* _Aim of the exercise_: Begin at the first line below and copy each line exactly, ending with the line where "mod = await signedInAs(app, moderator);" appears.

::: Data for this task

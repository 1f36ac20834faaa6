import type TestAgent from 'supertest/lib/agent';
import { afterAll, beforeAll, describe, expect, it } from 'vitest';
import type { AppInstance } from '../../server/app';
import { AuditEvent } from '../../server/features/audit/audit-event.entity';
import type { User } from '../../server/features/users/user.entity';
import type { ReviewView } from '../../shared/types/reviews';
import { buildUser } from '../support/factories';
import { buildListedListing } from '../support/listing-factories';
import { buildPaidOutOrder } from '../support/order-factories';
import { signedInAs } from '../support/sessions';
import { browserLikeAgent, startTestApp } from '../support/test-app';

let app: AppInstance;
let moderator: User;
let mod: TestAgent;
let visitor: TestAgent;
beforeAll(async () => {
  app = await startTestApp();
  moderator = await buildUser(app.ctx.dataSource, { role: 'moderator', displayName: 'Ivo Ballast' });
  mod = await signedInAs(app, moderator);
  visitor = await browserLikeAgent(app);
});
afterAll(() => app.close());

/** Three buyers rate `seller` with these stars, one order each; answers the reviews' ids in the same order. */
async function ratedSeller(stars: number[]) {
  const seller = await buildUser(app.ctx.dataSource, { displayName: 'Peggy Trestle' });
  const ids: number[] = [];
  for (const [i, s] of stars.entries()) {
    const buyer = await buildUser(app.ctx.dataSource, { displayName: `Buyer ${i + 1}` });
    const order = await buildPaidOutOrder(app.ctx.dataSource, buyer, seller);
    const res = await (
      await signedInAs(app, buyer)
    )
      .post(`/api/orders/${order.id}/review`)
      .send({ stars: s, text: `Rated ${s} by buyer ${i + 1}.` })
      .expect(201);
    ids.push(res.body.mine.id);
  }
  return { seller, ids };
}

const profile = async (id: number) => (await visitor.get(`/api/members/${id}`).expect(200)).body.member;
const publicStars = async (id: number) =>
  ((await visitor.get(`/api/members/${id}/reviews`).expect(200)).body.items as ReviewView[]).map((r) => r.stars);

describe('a member’s rating', () => {
  it('averages the shown reviews to one decimal, and drops a hidden one from the list and the average', async () => {
    const { seller, ids } = await ratedSeller([5, 4, 2]);
    // (5 + 4 + 2) / 3 = 3.666… → 3.7; without the 2: (5 + 4) / 2 = 4.5 (arithmetic mean, common practice, no source)
    expect((await profile(seller.id)).rating).toEqual({ average: 3.7, count: 3 });
    expect(await publicStars(seller.id)).toEqual([2, 4, 5]);

    const hidden = await mod
      .post(`/api/moderation/reviews/${ids[2]}/hide`)
      .send({ reason: 'Insults the seller rather than describing the sale.' })
      .expect(200);

    expect(hidden.body.review).toMatchObject({
      id: ids[2],
      stars: 2,
      subject: { id: seller.id, displayName: 'Peggy Trestle' },
      hiddenBy: { id: moderator.id, displayName: 'Ivo Ballast' },
      hiddenReason: 'Insults the seller rather than describing the sale.',
    });
    expect((await profile(seller.id)).rating).toEqual({ average: 4.5, count: 2 });
    expect(await publicStars(seller.id)).toEqual([4, 5]);

    await mod.post(`/api/moderation/reviews/${ids[2]}/unhide`).send({ reason: 'Appeal upheld.' }).expect(200);
    expect((await profile(seller.id)).rating).toEqual({ average: 3.7, count: 3 });
    expect(await publicStars(seller.id)).toEqual([2, 4, 5]);
  });

  it('shows on search results and on the listing, from the seller’s running totals', async () => {
    const { seller } = await ratedSeller([5, 4, 2]);
    const listing = await buildListedListing(app.ctx, seller, moderator, { title: 'Rated seller’s fiddle yard' });

    const search = await visitor.get('/api/listings').query({ seller: seller.id }).expect(200);
    const one = await visitor.get(`/api/listings/${listing.id}`).expect(200);

    expect(search.body.items.map((i: { id: number }) => i.id)).toEqual([listing.id]);
    expect(search.body.items[0].sellerRating).toEqual({ average: 3.7, count: 3 });
    expect(one.body.listing.sellerRating).toEqual({ average: 3.7, count: 3 });
  });

  it('is empty for a seller nobody has rated', async () => {
    const seller = await buildUser(app.ctx.dataSource);
    const listing = await buildListedListing(app.ctx, seller, moderator);

    const one = await visitor.get(`/api/listings/${listing.id}`).expect(200);

    expect(one.body.listing.sellerRating).toEqual({ average: null, count: 0 });
  });
});

describe('GET /api/members/:id and /reviews', () => {
  it('pages the reviews newest first with the author, their side, the stars, the text and the date', async () => {
    const { seller } = await ratedSeller([3, 5, 4]);

    const first = await visitor.get(`/api/members/${seller.id}/reviews`).query({ pageSize: 2 }).expect(200);
    const second = await visitor.get(`/api/members/${seller.id}/reviews`).query({ pageSize: 2, page: 2 }).expect(200);

    expect(first.body).toMatchObject({ total: 3, page: 1, pageSize: 2 });
    expect(first.body.items.map((r: ReviewView) => r.stars)).toEqual([4, 5]);
    expect(second.body.items.map((r: ReviewView) => r.stars)).toEqual([3]);
    expect(first.body.items[0]).toEqual({
      id: expect.any(Number),
      author: { id: expect.any(Number), displayName: 'Buyer 3' },
      authorRole: 'buyer',
      stars: 4,
      text: 'Rated 4 by buyer 3.',
      at: expect.stringMatching(/^\d{4}-\d\d-\d\dT/),
    });
  });

  it('shows a member’s name, start date and rating, and never their e-mail', async () => {
    const member = await buildUser(app.ctx.dataSource, { displayName: 'Dora Baseboard', role: 'builder' });

    const body = await profile(member.id);

    expect(body).toEqual({
      id: member.id,
      displayName: 'Dora Baseboard',
      memberSince: member.createdAt.toISOString(),
      builder: true,
      rating: { average: null, count: 0 },
    });
  });

  it('answers 404 for an unknown or suspended member', async () => {
    const suspended = await buildUser(app.ctx.dataSource, { suspendedReason: 'Fraud' });

    await visitor.get('/api/members/999999999').expect(404);
    await visitor.get(`/api/members/${suspended.id}`).expect(404);
    await visitor.get(`/api/members/${suspended.id}/reviews`).expect(404);
  });
});

describe('moderating reviews', () => {
  it('lists recent reviews newest first, and only the hidden ones when asked', async () => {
    const { ids } = await ratedSeller([1, 5]);
    await mod.post(`/api/moderation/reviews/${ids[0]}/hide`).send({ reason: 'Abusive words.' }).expect(200);

    const all = await mod.get('/api/moderation/reviews').query({ pageSize: 100 }).expect(200);
    const hidden = await mod.get('/api/moderation/reviews').query({ visibility: 'hidden', pageSize: 100 }).expect(200);
    const shown = await mod.get('/api/moderation/reviews').query({ visibility: 'shown', pageSize: 100 }).expect(200);

    const allIds = all.body.items.map((r: { id: number }) => r.id);
    expect(allIds.indexOf(ids[1])).toBeLessThan(allIds.indexOf(ids[0]));
    expect(allIds).toEqual([...allIds].sort((a: number, b: number) => b - a));
    expect(hidden.body.items.map((r: { id: number }) => r.id)).toContain(ids[0]);
    expect(hidden.body.items.every((r: { hiddenAt: string | null }) => r.hiddenAt !== null)).toBe(true);
    expect(shown.body.items.map((r: { id: number }) => r.id)).not.toContain(ids[0]);
    expect(shown.body.items.map((r: { id: number }) => r.id)).toContain(ids[1]);
  });

  it('records hiding and showing again in the audit trail with the reason', async () => {
    const { ids } = await ratedSeller([2]);
    const id = ids[0]!;
    await mod.post(`/api/moderation/reviews/${id}/hide`).send({ reason: 'Names a third party.' }).expect(200);
    await mod.post(`/api/moderation/reviews/${id}/unhide`).send({ reason: 'Name removed on appeal.' }).expect(200);

    const events = await app.ctx.dataSource
      .getRepository(AuditEvent)
      .find({ where: { targetType: 'review', targetId: String(id) }, order: { id: 'ASC' } });

    expect(events.map((e) => [e.action, e.actorId, e.detail?.reason])).toEqual([
      ['review.hidden', moderator.id, 'Names a third party.'],
      ['review.shown', moderator.id, 'Name removed on appeal.'],
    ]);
  });

  it('answers 409 when hiding a hidden review or showing a shown one, and leaves the rating alone', async () => {
    const { seller, ids } = await ratedSeller([3]);
    await mod.post(`/api/moderation/reviews/${ids[0]}/unhide`).send({ reason: 'Just checking.' }).expect(409);
    await mod.post(`/api/moderation/reviews/${ids[0]}/hide`).send({ reason: 'Abusive.' }).expect(200);

    const again = await mod.post(`/api/moderation/reviews/${ids[0]}/hide`).send({ reason: 'Abusive.' });

    expect(again.status).toBe(409);
    expect(again.body.error.message).toBe('This review is already hidden.');
    expect((await profile(seller.id)).rating).toEqual({ average: null, count: 0 });
  });

  it('answers 422 without a reason, 404 for an unknown review, and 403 to members', async () => {
    const { ids } = await ratedSeller([4]);
    const member = await signedInAs(app, await buildUser(app.ctx.dataSource));

    const noReason = await mod.post(`/api/moderation/reviews/${ids[0]}/hide`).send({});
    expect(noReason.status).toBe(422);
    expect(noReason.body.error.fields).toEqual({ reason: 'Write the reason.' });
    await mod.post('/api/moderation/reviews/999999999/hide').send({ reason: 'Abusive.' }).expect(404);
    await member.post(`/api/moderation/reviews/${ids[0]}/hide`).send({ reason: 'Abusive.' }).expect(403);
    await member.get('/api/moderation/reviews').expect(403);
  });

  it('leaves a review about a moderator to another moderator', async () => {
    const buyer = await buildUser(app.ctx.dataSource);
    const order = await buildPaidOutOrder(app.ctx.dataSource, buyer, moderator);
    const res = await (
      await signedInAs(app, buyer)
    )
      .post(`/api/orders/${order.id}/review`)
      .send({ stars: 1, text: 'Slow to reply.' })
      .expect(201);

    const own = await mod.post(`/api/moderation/reviews/${res.body.mine.id}/hide`).send({ reason: 'Unfair.' });

    expect(own.status).toBe(409);
    expect(own.body.error.code).toBe('own_review');
  });
});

::::::

* _Result of the task_:
repository 1f36ac20834faaa6
import type TestAgent from 'supertest/lib/agent';
import { afterAll, beforeAll, describe, expect, it } from 'vitest';
import type { AppInstance } from '../../server/app';
import { AuditEvent } from '../../server/features/audit/audit-event.entity';
import type { User } from '../../server/features/users/user.entity';
import type { ReviewView } from '../../shared/types/reviews';
import { buildUser } from '../support/factories';
import { buildListedListing } from '../support/listing-factories';
import { buildPaidOutOrder } from '../support/order-factories';
import { signedInAs } from '../support/sessions';
import { browserLikeAgent, startTestApp } from '../support/test-app';

let app: AppInstance;
let moderator: User;
let mod: TestAgent;
let visitor: TestAgent;
beforeAll(async () => {
  app = await startTestApp();
  moderator = await buildUser(app.ctx.dataSource, { role: 'moderator', displayName: 'Ivo Ballast' });
  mod = await signedInAs(app, moderator);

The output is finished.